Studies on the nonlinear beam dynamics for future particle colliders

Particle colliders serve as unique tools to study constituents of matter and understand their interactions. For studying rare events, the collision energy of the particle beam is key in determining which events can be observed, while the achievable collision rate gives the number of observable events during the operation time of the machine. Naturally, current and future collider designs have aimed for ever-increasing collision rates to accurately study rare events with high statistical significance. Beam losses are detrimental to the performance due to reducing the number of potential colliding particles. Such losses may be generated by amongst others nonlinear magnetic fields, introduced either by errors or to counteract other beam loss mechanisms.

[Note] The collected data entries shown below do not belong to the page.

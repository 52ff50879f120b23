/**
 * Practice drills over HTTP: the list, starting an attempt (no expected value anywhere in what the
 * client gets), grading on the server with carried-forward credit, malformed answers refused
 * without storing anything, and attempts private to their owner. Expected values come from the
 * drill templates themselves on the seed the server stored; nothing here is hard-coded.
 */
import { afterAll, beforeAll, describe, expect, it } from 'vitest';
import { createTestApp, type TestApp } from '../helpers/app';
import { signedIn, type TestAgent } from '../helpers/agent';
import { createCompany, createUser } from '../helpers/factory';
import { containsNumber, findLeaks, spellings } from '../helpers/expected-leaks';
import { drillTemplates, getDrillTemplate, type DrillTemplate } from '../../server/engine/drills';
import { syncContent } from '../../server/services/content-sync';

let t: TestApp;
let crew: TestAgent;
let crewId: string;
let otherCrew: TestAgent;
let operator: TestAgent;
let auditor: TestAgent;

beforeAll(async () => {
  t = await createTestApp();
  await syncContent(t.knex);
  const company = await createCompany(t.knex, 'Heronsgate Stack Testing');
  const me = await createUser(t.knex, { companyId: company.id, roles: ['crew'], seat: true });
  crewId = me.id;
  crew = await signedIn(t.app, me.email, me.password);
  const rival = await createCompany(t.knex, 'Dunmoor Emission Services');
  const other = await createUser(t.knex, { companyId: rival.id, roles: ['crew'], seat: true });
  otherCrew = await signedIn(t.app, other.email, other.password);
  const platform = await createCompany(t.knex, 'Platform staff', 'platform');
  const op = await createUser(t.knex, { companyId: platform.id, roles: ['operator'], seat: true });
  operator = await signedIn(t.app, op.email, op.password);
  const firm = await createCompany(t.knex, 'Gorse Lane Assessors', 'auditing');
  const aud = await createUser(t.knex, { companyId: firm.id, roles: ['auditor'], seat: true });
  auditor = await signedIn(t.app, aud.email, aud.password);
});
afterAll(() => t.close());

/** The seed the server stored for an attempt, and the template's exact answers for it. */
async function stored(attemptId: string) {
  const row = await t.knex('drill_attempts').where({ id: attemptId }).first();
  const template = getDrillTemplate(row.drill_id) as DrillTemplate;
  const scenario = template.generate(Number(row.seed));
  return { row, template, scenario, expected: template.solve(scenario).expected };
}

async function start(agent: TestAgent, drillId: string) {
  const res = await agent.post(`/api/drills/${drillId}/attempts`);
  expect(res.status, JSON.stringify(res.body)).toBe(200);
  return res;
}

/** Typed to six figures: well inside every field's tolerance. */
const typed = (value: number) => value.toPrecision(6);

describe('GET /api/drills', () => {
  it('lists every drill with its id, area and title', async () => {
    const res = await crew.get('/api/drills').expect(200);
    expect(res.body.drills.map((d: { id: string }) => d.id)).toEqual(drillTemplates.map((d) => d.id));
    for (const drill of res.body.drills) {
      const template = getDrillTemplate(drill.id)!;
      expect(drill).toMatchObject({ id: template.id, area: template.area, title: template.title });
      expect(drill.areaName).toEqual(expect.any(String));
    }
  });

  it('is refused to an auditor', async () => {
    expect((await auditor.get('/api/drills')).status).toBe(403);
  });
});

describe('POST /api/drills/:id/attempts', () => {
  it('gives the sheet and blank fields on a fresh seed, and no expected value anywhere', async () => {
    const leaks: string[] = [];
    const seeds = new Set<number>();
    for (const template of drillTemplates) {
      for (let round = 0; round < 3; round++) {
        const res = await start(crew, template.id);
        const json = JSON.stringify(res.body);
        const { attempt } = res.body;
        expect(Object.keys(res.body)).toEqual(['attempt']);
        expect(attempt.fields).toEqual(template.fields.map((f) => ({ key: f.key, label: f.label, unit: f.unit })));
        expect(attempt.scenario.templateId).toBe(template.id);
        expect(attempt.scenario.given.length + attempt.scenario.tables.length).toBeGreaterThan(0);
        const { row, expected } = await stored(attempt.id);
        expect(row).toMatchObject({ user_id: crewId, drill_id: template.id, mode: 'practice', submitted_at: null });
        seeds.add(Number(row.seed));
        leaks.push(...findLeaks([json], expected, `${template.id}: `));
        // nothing server-side travels: no seed, no data object, no tolerances or sources
        for (const word of ['"seed"', '"data"', 'expected', 'tolerance', 'dependsOn', 'recompute']) expect(json).not.toContain(word);
        expect(json).not.toMatch(new RegExp(`(^|[^0-9])${row.seed}([^0-9]|$)`));
      }
    }
    expect(leaks.slice(0, 10)).toEqual([]);
    // a fresh random seed each time
    expect(seeds.size).toBe(drillTemplates.length * 3);
  });

  it('answers 404 for a drill that does not exist', async () => {
    const res = await crew.post('/api/drills/no-such-drill/attempts');
    expect(res.status).toBe(404);
    expect(res.body.error.message).toMatch(/no-such-drill/);
  });
});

A good understanding of the impact of those fields and their interplay is thus critical as means to study mitigation measures that help increase the collider performance. In this thesis, studies on the impact of such nonlinear fields on the beam dynamics have been conducted with focus on issues in potential future colliders. Simulations were conducted for such a future collider design to define tolerances on the magnetic field errors. To benchmark these simulations, experiments in currently running machines were conducted where errors have been artificially introduced. A theory was developed to quantify the interplay between different effects in order to help explain observations made during the operation of the Large Hadron Collider at CERN. Further measurements have been conducted at the IOTA accelerator at Fermilab to quantify the impact of sextupole fields on the beam dynamics.